(Saved entries)
┄┄┄┄┄┄┄┄┄┄┄┄┄┄┄┄┄┄┄┄
"""Warnings that a designer must not miss, and none where there is nothing to warn of."""

from __future__ import annotations

import numpy as np
import pytest

from linkcalc.mechanics.state import Status
from tests.unit.design.models import FOUR_BAR, LEVER, PRESS, ask
from tests.unit.mechanics.linkages import FourBar


def warned(text: str, **more: object) -> list[str]:
    return [f"{c.item}: {c.text}" for c in ask(text, **more).caveats]


def test_a_dead_point_inside_the_stroke() -> None:
    (text,) = warned(PRESS.replace("to = 5", "to = -40"))
    assert text.startswith("load: dead point of the load at 0")
    assert "the force ratio grows without bound" in text


def test_a_dead_point_at_the_end_of_the_stroke() -> None:
    (text,) = warned(PRESS.replace("to = 5", "to = 0"))
    assert "the pose at 0 deg is at a dead point of the load" in text


def test_a_dead_point_at_the_start_of_the_stroke() -> None:
    (text,) = warned(PRESS.replace("from = 60", "from = 0").replace("to = 5", "to = 60"))
    assert "the pose at 0 deg is at a dead point of the load" in text


def test_close_to_a_dead_point_that_lies_ahead() -> None:
    (text,) = warned(PRESS.replace("to = 5", "to = 1"))
    assert "the pose at 1 deg is close to a dead point of the load" in text


def test_none_where_the_stroke_keeps_away() -> None:
    assert warned(PRESS.replace("to = 5", "to = 20")) == []
    assert warned(LEVER) == []


def test_none_for_a_slow_load_that_is_not_slowing_down() -> None:
    """A long lever: the load goes a twentieth as fast as the hand, all the way. That is its purpose, no dead point."""
    text = LEVER.replace("distance = 100, angle = 190", "distance = 12, angle = 190")
    assert warned(text) == []


def test_a_dead_point_of_the_effort_is_told_as_such() -> None:
    text = LEVER.replace('square_to = ["hand", "A"]', "direction = -90").replace("to = 70", "to = 130")
    told = warned(text)
    assert any(t.startswith("effort: dead point of the effort at 90") for t in told)
    assert any("no effort however large" in t for t in told)


def test_several_dead_points_are_listed() -> None:
    (text,) = warned(FOUR_BAR)
    assert text.startswith("load: dead point of the load at 90.27 deg, 223.5 deg, 348.9 deg, 395.7 deg")


def test_drawn_in_a_dead_point_without_a_stroke() -> None:
    text = (
        PRESS.partition("[stroke]")[0]
        .replace("angle = 60", "angle = 0")
        .replace('C = { mirror = "A", line = ["B", "foot"] }', "C = [200, 0]")
    )
    (told,) = warned(text)
    assert "the pose is at a dead point of the load" in told


PARALLEL = """
[points]
A = [0, 0]
D = [100, 0]
B = { from = "A", distance = 40, angle = -60 }
C = { from = "D", distance = 40, angle = -60 }
[members]
ground = ["A", "D"]
crank = ["A", "B"]
rod = ["B", "C"]
follower = ["D", "C"]
[effort]
torque_on = "crank"
[load]
torque_on = "follower"
size = 10
[stroke]
turn = "crank"
to = TO
poses = 61
"""
"""Equal cranks in parallel: flat, at 0 degrees, the follower could also go on against the crank."""


@pytest.mark.parametrize("to", [47.0, 60.0, 75.5])
def test_a_change_point_is_passed_straight_and_told(to: float) -> None:
    """The follower keeps with the crank: 10 N m for 10 N m on both sides of it."""
    answer = ask(PARALLEL.replace("TO", repr(to)))
    assert any("the stroke passes a change point" in c.text for c in answer.caveats)
    told = answer.status[0, 0] == Status.FINE
    np.testing.assert_allclose(answer.effort[0, 0, told], -10.0, rtol=1e-6)
    assert told.sum() >= 60


@pytest.mark.parametrize("poses", [61, 121, 13])
def test_no_answer_is_invented_at_the_change_point(poses: int) -> None:
    """At the very pose rounding decides how it moves: that is told, not some number."""
    answer = ask(PARALLEL.replace("TO", "60"), poses=poses)
    at = np.flatnonzero(answer.status[0, 0])
    np.testing.assert_allclose(answer.drive[0, 0, at], 0.0, atol=1e-12)
    assert (answer.status[0, 0, at] == Status.SINGULAR).all() and at.size == 1
    assert np.isnan(answer.effort[0, 0, at]).all() and np.isnan(answer.force[..., at]).all()
    assert np.isfinite(answer.turn[..., at]).all(), "the pose itself is known"
    assert any("without an answer" in c.text for c in answer.caveats)
    assert not [e for e in answer.events if e.kind == "dead point"]


STACKED = """
[points]
A = [0, 0]
D = [100, 0]
B = { from = "A", distance = 200, angle = -40 }
C = { from = "D", distance = 200, angle = -40 }
E = { from = "B", distance = 150, angle = -40 }
F = { from = "C", distance = 150, angle = -40 }
[members]
ground = ["A", "D"]
arm = ["A", "B"]
lower = ["D", "C"]
plate = ["B", "C"]
boom = ["B", "E"]
upper = ["C", "F"]
head = ["E", "F"]
[welds.shoulder]
members = ["arm", "boom"]
at = "B"
[effort]
torque_on = "arm"
[load]
at = "F"
direction = -90
size = 10
[stroke]
turn = "arm"
to = TO
"""
"""Two parallelograms one upon the other, flat together at 0 degrees: 10 N carried 350 mm out."""


def test_change_points_that_two_loops_pass_together_are_told() -> None:
    answer = ask(STACKED.replace("TO", "35.5"))
    assert any("the stroke passes a change point" in c.text for c in answer.caveats)
    told = answer.status[0, 0] == Status.FINE
    np.testing.assert_allclose(
        answer.effort[0, 0, told], 3.5 * np.cos(answer.drive[0, 0, told]), rtol=1e-6, err_msg="passed straight"
    )
    assert warned(STACKED.replace("TO", "-10")) == []


def test_none_for_a_parallelogram_that_stays_clear() -> None:
    assert warned(PARALLEL.replace("TO", "-20")) == []


def test_a_limit_of_motion_is_no_warning_by_itself() -> None:
    told = warned(FourBar(60, 40, 55, 50).text('[stroke]\nturn = "crank"\nto = "upper limit"'))
    assert not any("change point" in t or "without an answer" in t for t in told)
┄┄┄┄┄┄┄┄┄┄┄┄┄┄┄┄┄┄┄┄
**Instructions for the task:**
Reproduce the data above in full, with no line missing.

**Written reply:**
"""Warnings that a designer must not miss, and none where there is nothing to warn of."""

from __future__ import annotations

import numpy as np
import pytest

from linkcalc.mechanics.state import Status
from tests.unit.design.models import FOUR_BAR, LEVER, PRESS, ask
from tests.unit.mechanics.linkages import FourBar


def warned(text: str, **more: object) -> list[str]:
    return [f"{c.item}: {c.text}" for c in ask(text, **more).caveats]


def test_a_dead_point_inside_the_stroke() -> None:
    (text,) = warned(PRESS.replace("to = 5", "to = -40"))
    assert text.startswith("load: dead point of the load at 0")
    assert "the force ratio grows without bound" in text


def test_a_dead_point_at_the_end_of_the_stroke() -> None:
    (text,) = warned(PRESS.replace("to = 5", "to = 0"))
    assert "the pose at 0 deg is at a dead point of the load" in text


def test_a_dead_point_at_the_start_of_the_stroke() -> None:
    (text,) = warned(PRESS.replace("from = 60", "from = 0").replace("to = 5", "to = 60"))
    assert "the pose at 0 deg is at a dead point of the load" in text


def test_close_to_a_dead_point_that_lies_ahead() -> None:
    (text,) = warned(PRESS.replace("to = 5", "to = 1"))
    assert "the pose at 1 deg is close to a dead point of the load" in text


def test_none_where_the_stroke_keeps_away() -> None:
    assert warned(PRESS.replace("to = 5", "to = 20")) == []
    assert warned(LEVER) == []


def test_none_for_a_slow_load_that_is_not_slowing_down() -> None:
    """A long lever: the load goes a twentieth as fast as the hand, all the way. That is its purpose, no dead point."""
    text = LEVER.replace("distance = 100, angle = 190", "distance = 12, angle = 190")
    assert warned(text) == []


def test_a_dead_point_of_the_effort_is_told_as_such() -> None:
    text = LEVER.replace('square_to = ["hand", "A"]', "direction = -90").replace("to = 70", "to = 130")
    told = warned(text)
    assert any(t.startswith("effort: dead point of the effort at 90") for t in told)
    assert any("no effort however large" in t for t in told)


def test_several_dead_points_are_listed() -> None:
    (text,) = warned(FOUR_BAR)
    assert text.startswith("load: dead point of the load at 90.27 deg, 223.5 deg, 348.9 deg, 395.7 deg")


def test_drawn_in_a_dead_point_without_a_stroke() -> None:
    text = (
        PRESS.partition("[stroke]")[0]
        .replace("angle = 60", "angle = 0")
        .replace('C = { mirror = "A", line = ["B", "foot"] }', "C = [200, 0]")
    )
    (told,) = warned(text)
    assert "the pose is at a dead point of the load" in told


PARALLEL = """
[points]
A = [0, 0]
D = [100, 0]
B = { from = "A", distance = 40, angle = -60 }
C = { from = "D", distance = 40, angle = -60 }
[members]
ground = ["A", "D"]
crank = ["A", "B"]
rod = ["B", "C"]
follower = ["D", "C"]
[effort]
torque_on = "crank"
[load]
torque_on = "follower"
size = 10
[stroke]
turn = "crank"
to = TO
poses = 61
"""
"""Equal cranks in parallel: flat, at 0 degrees, the follower could also go on against the crank."""


@pytest.mark.parametrize("to", [47.0, 60.0, 75.5])
def test_a_change_point_is_passed_straight_and_told(to: float) -> None:
    """The follower keeps with the crank: 10 N m for 10 N m on both sides of it."""
    answer = ask(PARALLEL.replace("TO", repr(to)))
    assert any("the stroke passes a change point" in c.text for c in answer.caveats)
    told = answer.status[0, 0] == Status.FINE
    np.testing.assert_allclose(answer.effort[0, 0, told], -10.0, rtol=1e-6)
    assert told.sum() >= 60


@pytest.mark.parametrize("poses", [61, 121, 13])
def test_no_answer_is_invented_at_the_change_point(poses: int) -> None:
    """At the very pose rounding decides how it moves: that is told, not some number."""
    answer = ask(PARALLEL.replace("TO", "60"), poses=poses)
    at = np.flatnonzero(answer.status[0, 0])
    np.testing.assert_allclose(answer.drive[0, 0, at], 0.0, atol=1e-12)
    assert (answer.status[0, 0, at] == Status.SINGULAR).all() and at.size == 1
    assert np.isnan(answer.effort[0, 0, at]).all() and np.isnan(answer.force[..., at]).all()
    assert np.isfinite(answer.turn[..., at]).all(), "the pose itself is known"
    assert any("without an answer" in c.text for c in answer.caveats)
    assert not [e for e in answer.events if e.kind == "dead point"]


STACKED = """
[points]
A = [0, 0]
D = [100, 0]
B = { from = "A", distance = 200, angle = -40 }
C = { from = "D", distance = 200, angle = -40 }
E = { from = "B", distance = 150, angle = -40 }
F = { from = "C", distance = 150, angle = -40 }
[members]
ground = ["A", "D"]
arm = ["A", "B"]
lower = ["D", "C"]
plate = ["B", "C"]
boom = ["B", "E"]
upper = ["C", "F"]
head = ["E", "F"]
[welds.shoulder]
members = ["arm", "boom"]
at = "B"
[effort]
torque_on = "arm"
[load]
at = "F"
direction = -90
size = 10
[stroke]
turn = "arm"
to = TO
"""
"""Two parallelograms one upon the other, flat together at 0 degrees: 10 N carried 350 mm out."""


def test_change_points_that_two_loops_pass_together_are_told() -> None:
    answer = ask(STACKED.replace("TO", "35.5"))
    assert any("the stroke passes a change point" in c.text for c in answer.caveats)
    told = answer.status[0, 0] == Status.FINE
    np.testing.assert_allclose(
        answer.effort[0, 0, told], 3.5 * np.cos(answer.drive[0, 0, told]), rtol=1e-6, err_msg="passed straight"
    )
    assert warned(STACKED.replace("TO", "-10")) == []


def test_none_for_a_parallelogram_that_stays_clear() -> None:
    assert warned(PARALLEL.replace("TO", "-20")) == []


def test_a_limit_of_motion_is_no_warning_by_itself() -> None:
    told = warned(FourBar(60, 40, 55, 50).text('[stroke]\nturn = "crank"\nto = "upper limit"'))
    assert not any("change point" in t or "without an answer" in t for t in told)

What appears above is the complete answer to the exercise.